> Task item: Go through the entries, filter for the word "under", and copy every line that has it.

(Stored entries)

----

//! The DC operating point of the divider with the tube's own currents (docs/physics.md §3).
//!
//! Electrodes K, D1..Dn, P. Potentials are taken relative to the cathode, so the return rail
//! (ground for a cathode-negative supply, +HV for an anode-positive one) sits at `+Vs`; both
//! polarities are then the same circuit. Divider element `j` spans electrode `j-1` to `j`
//! (element `n+1` spans Dn to the return rail); the anode returns through its DC resistance.
//!
//! The tube is a chain of voltage-dependent current sources. `t_j` is the electron current that
//! crosses tube gap `j` (K–D1 is gap 1, Dn–P is gap n+1):
//! `t_1 = f(I_k, u_1)`, `t_2 = f(eta·delta(u_1)·t_1, u_2)`, `t_j = f(delta(u_{j-1})·t_{j-1}, u_j)`,
//! with `f` the smooth space-charge fold and low-field collection of [`crate::model::tube`]. Seen from the circuit, the tube injects
//! `t_{j+1} - t_j` into dynode j, `t_1` into the cathode and draws `t_{n+1}` from the anode; the
//! injections sum to zero.
//!
//! Unknowns are interleaved `[v_1, t_1, v_2, t_2, …, v_P, t_{n+1}]` so that the Jacobian is a band
//! matrix (5 below, 3 above the diagonal) whatever the stage count: one Newton step costs O(n).
//! Newton's method with a backtracking line search on the scaled residual; failure is an error
//! with a reason, never a NaN.

use crate::design::{Design, Element};
use crate::model::tube::TubeModel;
use crate::units::{ElectricCurrent, ElectricPotential, format_eng};
use uom::si::electric_current::ampere;
use uom::si::electric_potential::volt;
use uom::si::electrical_resistance::ohm;

/// Leakage conductance of a Zener below its knee, siemens (keeps the node equations regular).
pub const ZENER_LEAK_SIEMENS: f64 = 1e-11;
const KL: usize = 5;
const KU: usize = 3;

/// Why a solve failed.
#[derive(Debug, Clone, PartialEq, thiserror::Error)]
pub enum SolveError {
    /// Newton's method did not converge.
    #[error(
        "the DC solve did not converge after {iterations} Newton steps (scaled residual {residual:.2e}) at a cathode current of {cathode_amps:.3e} A"
    )]
    NoConvergence {
        /// Steps taken.
        iterations: usize,
        /// Residual left.
        residual: f64,
        /// Cathode current of the attempt.
        cathode_amps: f64,
    },
    /// The Jacobian was singular.
    #[error("the node equations are singular (a node has no DC path); check the divider")]
    Singular,
    /// A requested anode current cannot be reached.
    #[error("an average anode current of {} cannot be reached: the divider saturates near {} (the most it delivers while the gain is at least half its small-signal value)", format_eng(*wanted, "A"), format_eng(*reached, "A"))]
    Unreachable {
        /// Asked for.
        wanted: f64,
        /// Highest reached.
        reached: f64,
    },
}

/// The gain, as a fraction of the small-signal gain, below which the base counts as saturated.
/// Past saturation the anode current may still creep up as the light rises (the starved last
/// gaps pass ever more charge at a gain near one per stage), or fall and jump between branches,
/// depending on the gain law; neither is an operating point. The saturation ceiling is the most
/// anode current the base delivers, following the light up from a light load, before its gain
/// falls to this fraction (this tool's definition, docs/physics.md §12).
pub const SATURATED_GAIN: f64 = 0.5;

/// One divider element in solver form.
#[derive(Debug, Clone, Copy, PartialEq)]
pub enum Part {
    /// Conductance in siemens.
    Resistor(f64),
    /// Breakdown voltage (V) and dynamic resistance (ohm).
    Zener(f64, f64),
}

impl Part {
    /// Current (top to bottom) for a voltage across the element, and its derivative.
    #[inline]
    pub fn current(&self, w: f64) -> (f64, f64) {
        match *self {
            Part::Resistor(g) => (g * w, g),
            Part::Zener(vz, rz) => {
                if w <= vz {
                    (ZENER_LEAK_SIEMENS * w, ZENER_LEAK_SIEMENS)
                } else {
                    (ZENER_LEAK_SIEMENS * vz + (w - vz) / rz, 1.0 / rz)
                }
            }
        }
    }
}

/// A follower holding one dynode (docs/physics.md §14): its control terminal sits on a tap of a
/// separate high-resistance string from the cathode to the return rail, placed one drop from
/// the divider's no-load potential of that dynode, so the dynode is held at `fraction` of the
/// rail. It sinks the dynode's current to the cathode end (positive) or sources it from the
/// return rail (negative), smoothly limited: `i = L·tanh((v − fraction·V_rail)/(L·r))`, so
/// the hold has output resistance `r` at small currents and never passes more than `L`.
#[derive(Debug, Clone, Copy, PartialEq)]
pub struct Follower {
    /// The dynode held, 1-based.
    pub dynode: usize,
    /// Hold potential as a fraction of the rail (the divider's no-load fraction).
    pub fraction: f64,
    /// Current limit, amperes.
    pub limit: f64,
    /// Small-signal output resistance, ohms.
    pub output_resistance: f64,
}

impl Follower {
    /// Current sunk from the dynode at potential `v` with the rail at `rail`, and d i / d v.
    #[inline]
    pub fn current(&self, v: f64, rail: f64) -> (f64, f64) {
        let th = ((v - self.fraction * rail) / (self.limit * self.output_resistance)).tanh();
        (self.limit * th, (1.0 - th * th) / self.output_resistance)
    }
}

/// The solver's view of a base: plain f64 behind the typed API.
#[derive(Debug, Clone, PartialEq)]
pub struct Network {
    /// Calibrated tube.
    pub tube: TubeModel,
    /// Divider elements, `n + 1`.
    pub parts: Vec<Part>,
    /// Supply magnitude, volts.
    pub supply: f64,
    /// Anode DC resistance to the return rail, ohms.
    pub anode_resistance: f64,
    /// The supply's output resistance in series with the base, ohms (0 for an ideal supply).
    pub supply_resistance: f64,
    /// Followers holding dynodes (none for a passive divider).
    pub followers: Vec<Follower>,
    /// Resistance of the followers' tap string, ohms (infinite without followers).
    pub string_resistance: f64,
}

/// A solved operating point. Potentials are relative to the cathode.
#[derive(Debug, Clone, PartialEq)]
pub struct OperatingPoint {
    /// Electrode potentials D1..Dn, P relative to K, volts (`n + 1`).
    pub potentials: Vec<f64>,
    /// Tube currents across gaps 1..n+1 (electron flow as positive amperes).
    pub tube_currents: Vec<f64>,
    /// Voltage across each divider element, volts (`n + 1`).
    pub element_volts: Vec<f64>,
    /// Current through each divider element, top to bottom, amperes.
    pub element_amps: Vec<f64>,
    /// Cathode (photo)current, amperes.
    pub cathode_amps: f64,
    /// Newton steps taken.
    pub iterations: usize,
    /// Voltage across the base (the return rail relative to the cathode), volts: the supply
    /// less the drop on its output resistance.
    pub rail_volts: f64,
    /// Current each follower sinks from its dynode (negative: sources), amperes, in the order
    /// of [`Network::followers`].
    pub follower_amps: Vec<f64>,
    /// Current in the followers' tap string, amperes (0 without followers).
    pub string_amps: f64,
}

impl OperatingPoint {
    /// Anode current, amperes.
    pub fn anode_amps(&self) -> f64 {
        *self.tube_currents.last().unwrap_or(&0.0)
    }
    /// Gain = anode current / cathode current.
    pub fn gain(&self) -> f64 {
        self.anode_amps() / self.cathode_amps
    }
    /// Voltages of the tube gaps K–D1 … Dn–P, volts.
    pub fn tube_gap_volts(&self) -> Vec<f64> {
        let mut prev = 0.0;
        self.potentials
            .iter()
            .map(|v| {
                let u = v - prev;
                prev = *v;
                u
            })
            .collect()
    }
    /// Current the supply delivers, amperes: bottom of the divider, the cathode current, the
    /// followers' tap string and what the followers sink to the cathode end (a follower that
    /// sources draws from the return rail, and that current reaches the cathode end through
    /// the divider, already counted).
    pub fn supply_amps(&self) -> f64 {
        self.element_amps[0]
            + self.tube_currents[0]
            + self.string_amps
            + self.follower_amps.iter().map(|i| i.max(0.0)).sum::<f64>()
    }
    /// Conventional current the tube injects into each dynode node, amperes (`n`).
    pub fn dynode_injections(&self) -> Vec<f64> {
        let t = &self.tube_currents;
        (0..t.len() - 1).map(|j| t[j + 1] - t[j]).collect()
    }
    /// Typed anode current.
    pub fn anode_current(&self) -> ElectricCurrent {
        ElectricCurrent::new::<ampere>(self.anode_amps())
    }
    /// Typed element voltages.
    pub fn element_voltages(&self) -> Vec<ElectricPotential> {
        self.element_volts
            .iter()
            .map(|v| ElectricPotential::new::<volt>(*v))
            .collect()
    }
}

/// Reusable scratch space so that repeated solves do not allocate.
#[derive(Debug, Clone, Default)]
pub struct Workspace {
    jac: Vec<f64>,
    res: Vec<f64>,
    res_trial: Vec<f64>,
    dx: Vec<f64>,
    x: Vec<f64>,
    trial: Vec<f64>,
    scale: Vec<f64>,
    /// Quiescent divider current of the network being solved (row scaling).
    i0: f64,
}
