#!/usr/bin/env bash
# Pulse trains: dynode's time-domain solve against ngspice on the same netlist.
# Builds release, runs the 10-stage chain of bench/train-chain.ron with 20 and 200 pulses at
# 1 MHz through `dynode train --train-only` and through ngspice (`dynode netlist --train`),
# checks that every pulse's peak anode voltage and the last gap's voltage at the end agree
# within 0.5 %, and prints the run times and their ratio. Needs ngspice and jq.
set -euo pipefail
cd "$(dirname "$0")/.."
for tool in ngspice jq awk; do
  command -v "$tool" >/dev/null || { echo "train-vs-ngspice: $tool is required" >&2; exit 2; }
done
cargo build --release --quiet
bin=target/release/dynode
design=bench/train-chain.ron
work=$(mktemp -d)
trap 'rm -rf "$work"' EXIT
now() { date +%s.%N; }
status=0
printf '%8s %12s %12s %10s %14s\n' pulses "dynode (s)" "ngspice (s)" ratio "worst diff"
for n in 20 200; do
  # dynode: best of 5 runs (the machine is shared).
  best=""
  for _ in 1 2 3 4 5; do
    t0=$(now)
    "$bin" train "$design" --pulses "$n" --train-only --format json > "$work/dynode-$n.json"
    t1=$(now)
    dt=$(awk -v a="$t0" -v b="$t1" 'BEGIN { print b - a }')
    best=$(awk -v a="$dt" -v b="${best:-1e99}" 'BEGIN { print (a < b) ? a : b }')
  done
  "$bin" netlist "$design" --train --pulses "$n" -q -o "$work/train-$n.cir" --force
  t0=$(now)
  ngspice -b "$work/train-$n.cir" > "$work/spice-$n.txt" 2>&1
  t1=$(now)
  spice=$(awk -v a="$t0" -v b="$t1" 'BEGIN { print b - a }')
  # Per-pulse peaks and the last gap (D10–return) at the end of the train.
  jq -r '.train.peak_signal_volts[]' "$work/dynode-$n.json" > "$work/d-peaks.txt"
  awk '$1 ~ /^pk[0-9]+$/ && $2 == "=" { sub(/^pk/, "", $1); print $1, $3 }' "$work/spice-$n.txt" \
    | sort -n | awk '{ print $2 }' > "$work/s-peaks.txt"
  d_last=$(jq -r '.train.gap_volts_at_end[-1]' "$work/dynode-$n.json")
  s_last=$(awk '$1 == "vlast" && $2 == "=" { print $3 }' "$work/spice-$n.txt")
  if [ "$(wc -l < "$work/d-peaks.txt")" != "$n" ] || [ "$(wc -l < "$work/s-peaks.txt")" != "$n" ] || [ -z "$s_last" ]; then
    echo "train-vs-ngspice: missing results for $n pulses (see ngspice output below)" >&2
    tail -20 "$work/spice-$n.txt" >&2
    exit 1
  fi
  worst=$(paste "$work/d-peaks.txt" "$work/s-peaks.txt" \
    | awk -v dl="$d_last" -v sl="$s_last" '
        function abs(x) { return x < 0 ? -x : x }
        { r = abs($1 - $2) / abs($2); if (r > w) w = r }
        END { r = abs(dl - sl) / abs(sl); if (r > w) w = r; printf "%.3e", w }')
  ratio=$(awk -v a="$spice" -v b="$best" 'BEGIN { printf "%.0f", a / b }')
  printf '%8d %12.4f %12.2f %9sx %14s\n' "$n" "$best" "$spice" "$ratio" "$worst"
  if awk -v w="$worst" 'BEGIN { exit !(w > 0.005) }'; then
    echo "train-vs-ngspice: $n pulses disagree by $worst (limit 0.5 %)" >&2
    status=1
  fi
done
exit $status
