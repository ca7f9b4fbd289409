//! The supply as built: a Cockcroft–Walton voltage multiplier driven by a sine (the secondary of
//! a small step-up transformer), with an optional RC filter, solved in its periodic steady state
//! under the base's load.
//!
//! Circuit (half-wave cascade, positive output; the sign of the base's supply is applied by the
//! caller): the drive `v_s(t) = V_p sin(2π f t)` feeds the oscillating column through `C` to
//! node `o1`; `C` joins `o_k` to `o_(k+1)`; the smoothing column runs from ground through `C` to
//! `s1`, `s1` to `s2`, …; diodes point ground → `o1`, `o_k` → `s_k`, `s_k` → `o_(k+1)`. The
//! output is `s_n`, or the node after the filter resistor `R_f` with `C_f` to ground. With ideal
//! diodes and no load each capacitor holds `2 V_p` (the first `V_p`): output `2 n V_p`.
//!
//! Load: the divider with the tube's current, taken as one resistance `R_L = V / I` at the
//! operating point (the divider is resistive; the tube's share is small at a sane operating
//! point). Diodes: the Shockley law `I_s (exp(v / (N V_T)) − 1)` at 27 °C (the temperature
//! ngspice assumes), with a small conductance across each junction as ngspice adds; above
//! [`Diode::linear_above`] amperes the exponential is continued linearly so that Newton's
//! method stays finite (no current in a working multiplier comes near it).
//!
//! Method: implicit (backward Euler) steps, [`STEPS_PER_PERIOD`] to a period, Newton's method at
//! each step on the dense node equations (at most 2 n + 1 nodes); the periodic steady state by
//! shooting — Newton on `x0 − Φ(x0)` with the monodromy matrix `∂Φ/∂x0` carried along the
//! period (docs/physics.md §13 uses the same idea for the base). Backward Euler conserves charge
//! exactly, so the mean load current balances what the diodes deliver.
//!
//! Textbook comparison (high-voltage engineering texts; from memory): ripple
//! `δV ≈ I n (n+1) / (2 f C)`, drop `ΔV ≈ (I / (f C)) (2n³/3 + n²/2 − n/6)` below `2 n V_p`
//! at the output's maximum, an RC filter dividing the ripple by about `2π f R C`.

use crate::numerics::dense;
use uom::si::capacitance::farad;
use uom::si::electric_potential::volt;
use uom::si::electrical_resistance::ohm;
use uom::si::f64::{Capacitance, ElectricPotential, ElectricalResistance, Frequency};
use uom::si::frequency::hertz;
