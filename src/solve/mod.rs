//! The solves of the one circuit: the DC operating point with the tube's currents
//! ([`network`]), output against light ([`linearity`]), the whole base in time under a pulse
//! train ([`transient`]), the pulse at the instrument on the signal path as wired
//! ([`waveform`]), and the supply's voltage multiplier in its periodic steady state
//! ([`multiplier`]). Failure is a typed error, never a NaN.

pub mod linearity;
pub mod multiplier;
pub mod network;
pub mod transient;
pub mod waveform;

----

> Finished task:
//! under the base's load.
//! ([`network`]), output against light ([`linearity`]), the whole base in time under a pulse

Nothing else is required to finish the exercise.